__WORK ORDER__:
Write out, please, the lines from the beginning of the material to the line with "cost : callable", including both ends and nothing else.

[[ RECORDS FOR PROCESSING open ]]

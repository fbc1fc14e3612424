"""Enlarging vectors from one pyramid level to the next by the likelihood, not by blending.

Bilinear enlargement averages the vectors of two surfaces across their edge, so the pixels of
the band around every object edge start from a vector that belongs to neither. Here every fine
pixel instead chooses, among the vectors of the coarse pixels around it (and the bilinear blend),
the one its own likelihood prefers: a MAP choice over a small candidate set that keeps edges
where the images put them.
"""

from __future__ import annotations

import cv2
import numpy as np

from ._grid import resize_flow, shifted


def _nearest(a: np.ndarray, h: int, w: int, dy: int, dx: int, scale: float) -> np.ndarray:
    """Coarse plane ``a`` shifted by (dy, dx) coarse pixels, enlarged by pixel replication."""
    return cv2.resize(shifted(a, dy, dx), (w, h), interpolation=cv2.INTER_NEAREST) * np.float32(scale)


def select_upsample(u: np.ndarray, v: np.ndarray, h: int, w: int, cost) -> tuple[np.ndarray, np.ndarray]:
    """Enlarge ``(u, v)`` to ``h`` x ``w``, each pixel taking the cheapest nearby coarse vector.

    The candidates are the bilinear enlargement and the vectors of the 3 x 3 coarse pixels
    around the fine pixel's own; ties keep the bilinear one. The refinement that follows
    restores subpixel smoothness where a piecewise-constant choice was taken.

    Parameters
    ----------
    u, v : ndarray, shape (h', w'), float32
        Coarse vectors, in coarse pixels.
    h, w : int
        Fine size.
    cost : callable
        ``cost(cu, cv) -> (h, w)`` likelihood cost of candidate fields at the fine level.

    Returns
    -------
    u, v : ndarray, shape (h, w), float32
    """
    bu, bv = resize_flow(u, v, h, w)
    if min(u.shape) < 2:
        return bu, bv
    sx = w / u.shape[1]
    sy = h / u.shape[0]
    best_u, best_v = bu, bv
    best = cost(bu, bv)
    for dy in (-1, 0, 1):
        for dx in (-1, 0, 1):
            cu = _nearest(u, h, w, dy, dx, sx)
            cv_ = _nearest(v, h, w, dy, dx, sy)
            c = cost(cu, cv_)
            better = c < best
            best = np.where(better, c, best)
            best_u = np.where(better, cu, best_u)
            best_v = np.where(better, cv_, best_v)
    return best_u.astype(np.float32), best_v.astype(np.float32)
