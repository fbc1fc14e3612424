"""An example third-party operator package for midframe.

It declares one operator, ``example-vignette``, registered through the ``midframe.operators``
entry-point group in this package's ``pyproject.toml``. Importing this package does not import
the operator module: midframe loads ``midframe_example_plugin.vignette`` the first time a graph
(or ``midframe ops``) asks for the operator.
"""

__version__ = "0.1.0"
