"""The likelihood term: how well a candidate vector field matches ``second`` to ``first``.

The negative log-likelihood at a pixel is a truncated absolute difference of the matching
features (brightness, its gradients and a soft census signature, ``_pyramid.level``), averaged
over a small square patch around the pixel, a robust block-matching likelihood in the spirit of
Konrad & Dubois (1992). Vectors that point outside ``second`` get the fixed cost ``tau_out``:
no evidence either way, so the prior decides.
"""

from __future__ import annotations

import cv2
import numpy as np

from ._grid import outside, warp

_ONES4 = np.ones((1, 4), np.float32)


def pointwise_cost(f1: np.ndarray, f2: np.ndarray, xs: np.ndarray, ys: np.ndarray,
                   cu: np.ndarray, cv: np.ndarray, tau: float, tau_out: float) -> np.ndarray:
    """Truncated feature difference ``min(sum_c |F2_c(x + c) - F1_c(x)|, tau)`` per pixel.

    Parameters
    ----------
    f1, f2 : tuple of ndarray, shape (H, W, 4), float32
        Matching features of the two images at one level, in pieces of four channels
        (``_grid.chunks4``).
    xs, ys : ndarray, shape (H, W), float32
        Pixel grid of that level.
    cu, cv : ndarray, shape (H, W), float32
        Candidate vectors.
    tau : float
        Truncation: the largest cost of a mismatch.
    tau_out : float
        Cost of a vector that leaves the image (content not in view has no evidence).
    """
    h, w = cu.shape
    mx = xs + cu
    my = ys + cv
    acc = None
    for c1, c2 in zip(f1, f2):
        d = cv2.absdiff(warp(c2, mx, my), c1)
        acc = d if acc is None else cv2.add(acc, d, dst=acc)
    diff = cv2.transform(acc, _ONES4)
    c = np.minimum(diff, np.float32(tau))
    oob = outside(mx, my, h, w)
    c += oob * (np.float32(tau_out) - c)
    return c


def patch_cost(f1: np.ndarray, f2: np.ndarray, xs: np.ndarray, ys: np.ndarray,
               cu: np.ndarray, cv: np.ndarray, tau: float, tau_out: float,
               patch: int, support=None) -> np.ndarray:
    """``pointwise_cost`` averaged over a ``patch`` x ``patch`` box around each pixel.

    Exact for a candidate field that is constant over the patch; for a smoothly varying one
    (the propagation candidates) it is the patch cost of the local vectors. With ``support``
    (a ``_support.Support`` of the first image) the average is weighted by the adaptive
    support weights instead of the box, and ``patch`` is ignored.
    """
    c = pointwise_cost(f1, f2, xs, ys, cu, cv, tau, tau_out)
    if support is not None:
        return support.aggregate(c)
    if patch > 1:
        c = cv2.boxFilter(c, -1, (patch, patch), normalize=True, borderType=cv2.BORDER_REFLECT)
    return c
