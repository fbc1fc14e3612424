"""Forward-backward consistency of two vector fields: confidence and occlusion.

Vectors from image A to image B, ``w`` (at A's pixels), and from B back to A, ``ŵ`` (at B's
pixels), agree where the content of A is visible in B: following ``w`` from ``x`` and then ``ŵ``
from where it lands returns to ``x``, so ``w(x) + ŵ(x + w(x)) = 0``. Where the content of A is
hidden in B (occluded: covered by a nearer surface, or moved out of the frame) no vector can be
right and the round trip fails. Sundaram, Brox and Keutzer (2010) mark a pixel occluded when

    |w + ŵ|^2  >=  alpha1 (|w|^2 + |ŵ|^2) + alpha2,     alpha1 = 0.01, alpha2 = 0.5 px^2,

with ``ŵ`` sampled (bilinearly) at ``x + w(x)``. The relative term allows for the larger error of
large displacements; the constant term allows half a pixel-squared of estimation noise.

References
----------
.. [1] Sundaram, N., Brox, T. and Keutzer, K., "Dense point trajectories by GPU-accelerated large
   displacement optical flow", ECCV 2010 (occlusion criterion; constants 0.01 and 0.5 as
   recalled from the paper).
"""

from __future__ import annotations

import cv2
import numpy as np

__all__ = ["fb_consistency", "fb_check", "target_outside", "mapping_conflicts", "PAPER_RELATIVE",
           "PAPER_TOLERANCE"]

#: Sundaram et al. (2010): alpha1 (dimensionless) and alpha2 (px^2) of the occlusion criterion.
PAPER_RELATIVE = 0.01
PAPER_TOLERANCE = 0.5


def _targets(flow: np.ndarray) -> tuple[np.ndarray, np.ndarray]:
    """Absolute landing positions ``x + w(x)``, float32 (H, W) each."""
    h, w = flow.shape[:2]
    xs = np.arange(w, dtype=np.float32)[None, :] + flow[:, :, 0]
    ys = np.arange(h, dtype=np.float32)[:, None] + flow[:, :, 1]
    return xs, ys


def target_outside(flow: np.ndarray) -> np.ndarray:
    """Pixels whose vector lands outside the frame of the image it points to.

    Parameters
    ----------
    flow : ndarray, shape (H, W, 2), float
        Vectors ``(x, y)`` in pixels (x right, y down) at the pixels of an H x W image, pointing
        into another image of the same size.

    Returns
    -------
    ndarray, shape (H, W), bool
        True where ``x + w(x)`` lies outside ``[0, W - 1] x [0, H - 1]``, the span of pixel
        centres on which bilinear sampling has both neighbours. A pure translation by ``d`` > 0
        pixels in x thus flags the last ``ceil(d)`` columns.
    """
    h, w = flow.shape[:2]
    xs, ys = _targets(flow)
    return (xs < 0) | (xs > w - 1) | (ys < 0) | (ys > h - 1)


def fb_consistency(fwd: np.ndarray, bwd_at_target: np.ndarray, *,
                   tolerance: float = PAPER_TOLERANCE,
                   relative: float = PAPER_RELATIVE) -> tuple[np.ndarray, np.ndarray]:
    """Confidence and occlusion of ``fwd`` from the forward-backward check.

    Parameters
    ----------
    fwd : ndarray, shape (H, W, 2), float
        Vectors ``w`` at image A's pixels toward image B (pixels, x right, y down). Must be finite.
    bwd_at_target : ndarray, shape (H, W, 2), float
        Vectors ``ŵ`` at image B's pixels toward image A. Must be finite.
    tolerance : float, default 0.5
        ``alpha2`` of the criterion, in px^2: the squared round-trip residual allowed for a zero
        vector (Sundaram et al. 2010 use 0.5).
    relative : float, default 0.01
        ``alpha1`` of the criterion: the allowance proportional to ``|w|^2 + |ŵ|^2``
        (Sundaram et al. 2010 use 0.01).

    Returns
    -------
    conf : ndarray, shape (H, W), float32
        Confidence in 0..1. With the residual ``r^2 = |w + ŵ(x + w)|^2`` and the threshold
        ``T = relative (|w|^2 + |ŵ|^2) + tolerance``, ``conf = 2 ** (-r^2 / T)``: 1 for a perfect
        round trip, exactly 0.5 on the paper's occlusion threshold, below 0.5 beyond it, and 0
        where ``x + w`` leaves the frame.
    occ : ndarray, shape (H, W), float32
        1.0 where the pixel is occluded in B (the paper's criterion ``r^2 >= T`` holds, or its
        target is outside the frame, see `target_outside`), else 0.0. So ``occ == (conf < 0.5)``
        up to float rounding at the threshold.

    Notes
    -----
    ``ŵ`` is sampled at ``x + w(x)`` with OpenCV's bilinear ``remap`` (edge values repeated),
    whose sub-pixel weights are quantised to 1/32 px; on a smooth ``ŵ`` this changes the sampled
    vector by at most 1/64 of its change per pixel.

    References
    ----------
    .. [1] Sundaram, N., Brox, T., Keutzer, K., "Dense point trajectories by GPU-accelerated
       large displacement optical flow", ECCV 2010.

    Examples
    --------
    >>> import numpy as np
    >>> fwd = np.zeros((4, 6, 2), np.float32); fwd[..., 0] = 2.0
    >>> conf, occ = fb_consistency(fwd, -fwd)
    >>> occ[0].tolist()       # the last two columns land outside B
    [0.0, 0.0, 0.0, 0.0, 1.0, 1.0]
    """
    conf, occ, _ = fb_check(fwd, bwd_at_target, tolerance=tolerance, relative=relative)
    return conf, occ


def fb_check(fwd: np.ndarray, bwd_at_target: np.ndarray, *, tolerance: float = PAPER_TOLERANCE,
             relative: float = PAPER_RELATIVE) -> tuple[np.ndarray, np.ndarray, np.ndarray]:
    """`fb_consistency` plus `target_outside`, sharing the work: ``(conf, occ, outside)``, the
    last a bool (H, W) array."""
    fwd = np.asarray(fwd, dtype=np.float32)
    bwd = np.asarray(bwd_at_target, dtype=np.float32)
    if fwd.shape != bwd.shape or fwd.ndim != 3 or fwd.shape[2] != 2:
        raise ValueError(f"fwd and bwd_at_target must both be (H, W, 2); got {fwd.shape} and {bwd.shape}")
    h, w = fwd.shape[:2]
    xs, ys = _targets(fwd)
    back = cv2.remap(np.ascontiguousarray(bwd), xs, ys, cv2.INTER_LINEAR, borderMode=cv2.BORDER_REPLICATE)
    outside = xs < 0
    outside |= xs > w - 1
    outside |= ys < 0
    outside |= ys > h - 1
    fu, fv, bu, bv = fwd[:, :, 0], fwd[:, :, 1], back[:, :, 0], back[:, :, 1]
    # r^2 = |w + w'|^2 and T = relative (|w|^2 + |w'|^2) + tolerance, in place (xs, ys reused)
    ru = np.add(fu, bu, out=xs)
    ru *= ru
    rv = np.add(fv, bv, out=ys)
    rv *= rv
    resid = np.add(ru, rv, out=ru)
    thresh = np.multiply(fu, fu)
    for a in (fv, bu, bv):
        thresh += a * a
    thresh *= np.float32(relative)
    thresh += np.float32(tolerance)
    np.maximum(thresh, np.float32(1e-12), out=thresh)   # tolerance 0 and a zero vector
    occ = resid >= thresh
    occ |= outside
    conf = np.divide(resid, thresh, out=rv)
    np.negative(conf, out=conf)
    np.exp2(conf, out=conf)
    conf[outside] = 0.0
    return conf, occ.astype(np.float32), outside


def mapping_conflicts(flow: np.ndarray, first: np.ndarray, second: np.ndarray, *, jump: float = 1.0,
                      radius: int = 1) -> np.ndarray:
    """Pixels that lose a many-to-one conflict of the vectors: the uniqueness constraint.

    Content visible in both images corresponds one to one, so two pixels of ``first`` whose
    vectors land on the same pixel of ``second`` cannot both be right unless their vectors agree
    (the uniqueness constraint of Marr & Poggio 1976; occlusion detection by the uniqueness of
    the mapping as in Xu, Jia & Matsushita 2012, both as recalled). Where pixels land on one
    pixel of ``second`` (targets rounded to the nearest pixel), the one whose patch matches
    ``second`` best wins; each other one whose vector differs from the winner's by more than
    ``jump`` pixels in x or y is marked.

    This catches what the forward-backward check misses beside an occluding edge: when both
    directions carry the occluder's vector into the background, an occluded background pixel
    with the occluder's vector and its reverse partner agree, but it lands on a background pixel
    of ``second`` that the truly corresponding (visible) pixel of ``first`` also lands on, and
    that one matches better.

    Parameters
    ----------
    flow : ndarray, shape (H, W, 2), float
        Vectors at ``first``'s pixels toward ``second``. Must be finite.
    first, second : ndarray, shape (H, W, C) or (H, W), float
        The two images (the same perceptual encoding).
    jump : float
        Vectors closer than this (px, in x and in y) to the winner's do not conflict with it.
    radius : int
        The match is the mean absolute difference over the (2r+1)^2 patch, summed over channels,
        of ``first`` against ``second`` sampled bilinearly at ``x + w(x)``.

    Returns
    -------
    ndarray, shape (H, W), bool
        True at the losing pixels. Vectors landing outside ``second`` never conflict.

    References
    ----------
    .. [1] Marr, D. and Poggio, T., "Cooperative computation of stereo disparity", Science
       194(4262), 1976 (the uniqueness constraint).
    .. [2] Xu, L., Jia, J. and Matsushita, Y., "Motion detail preserving optical flow
       estimation", IEEE PAMI 34(9), 2012 (occlusion from the uniqueness of the mapping).
    """
    f = np.asarray(flow, dtype=np.float32)
    h, w = f.shape[:2]
    a = np.asarray(first, dtype=np.float32)
    b = np.asarray(second, dtype=np.float32)
    a = a[:, :, None] if a.ndim == 2 else a
    b = b[:, :, None] if b.ndim == 2 else b
    if f.shape != (h, w, 2) or a.shape[:2] != (h, w) or b.shape != a.shape:
        raise ValueError(f"flow (H, W, 2) and two images (H, W[, C]) of one size expected; got "
                         f"{f.shape}, {a.shape}, {b.shape}")
    xs, ys = _targets(f)
    sampled = cv2.remap(np.ascontiguousarray(b), xs, ys, cv2.INTER_LINEAR, borderMode=cv2.BORDER_REPLICATE)
    sampled = sampled[:, :, None] if sampled.ndim == 2 else sampled
    cost = np.abs(sampled - a).sum(axis=2, dtype=np.float32)
    if radius > 0:
        cost = cv2.blur(cost, (2 * radius + 1, 2 * radius + 1), borderType=cv2.BORDER_REPLICATE)
    tx, ty = np.rint(xs).astype(np.intp), np.rint(ys).astype(np.intp)
    inside = ((tx >= 0) & (tx < w) & (ty >= 0) & (ty < h)).ravel()
    src = np.flatnonzero(inside)
    tgt = (ty * w + tx).ravel()[src]
    c = cost.ravel()[src]
    best = np.full(h * w, np.inf, np.float32)
    np.minimum.at(best, tgt, c)
    won = c <= best[tgt]
    u, v = np.ascontiguousarray(f[:, :, 0]).ravel(), np.ascontiguousarray(f[:, :, 1]).ravel()
    win_u, win_v = np.zeros(h * w, np.float32), np.zeros(h * w, np.float32)
    win_u[tgt[won]] = u[src[won]]
    win_v[tgt[won]] = v[src[won]]
    j = np.float32(jump)
    lose = ~won & ((np.abs(u[src] - win_u[tgt]) > j) | (np.abs(v[src] - win_v[tgt]) > j))
    out = np.zeros(h * w, bool)
    out[src[lose]] = True
    return out.reshape(h, w)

[[ RECORDS FOR PROCESSING closed ]]

__SOLVED EXERCISE__:
repository fbc1fc14e3612424
"""Enlarging vectors from one pyramid level to the next by the likelihood, not by blending.

Bilinear enlargement averages the vectors of two surfaces across their edge, so the pixels of
the band around every object edge start from a vector that belongs to neither. Here every fine
pixel instead chooses, among the vectors of the coarse pixels around it (and the bilinear blend),
the one its own likelihood prefers: a MAP choice over a small candidate set that keeps edges
where the images put them.
"""

from __future__ import annotations

import cv2
import numpy as np

from ._grid import resize_flow, shifted


def _nearest(a: np.ndarray, h: int, w: int, dy: int, dx: int, scale: float) -> np.ndarray:
    """Coarse plane ``a`` shifted by (dy, dx) coarse pixels, enlarged by pixel replication."""
    return cv2.resize(shifted(a, dy, dx), (w, h), interpolation=cv2.INTER_NEAREST) * np.float32(scale)


def select_upsample(u: np.ndarray, v: np.ndarray, h: int, w: int, cost) -> tuple[np.ndarray, np.ndarray]:
    """Enlarge ``(u, v)`` to ``h`` x ``w``, each pixel taking the cheapest nearby coarse vector.

    The candidates are the bilinear enlargement and the vectors of the 3 x 3 coarse pixels
    around the fine pixel's own; ties keep the bilinear one. The refinement that follows
    restores subpixel smoothness where a piecewise-constant choice was taken.

    Parameters
    ----------
    u, v : ndarray, shape (h', w'), float32
        Coarse vectors, in coarse pixels.
    h, w : int
        Fine size.
    cost : callable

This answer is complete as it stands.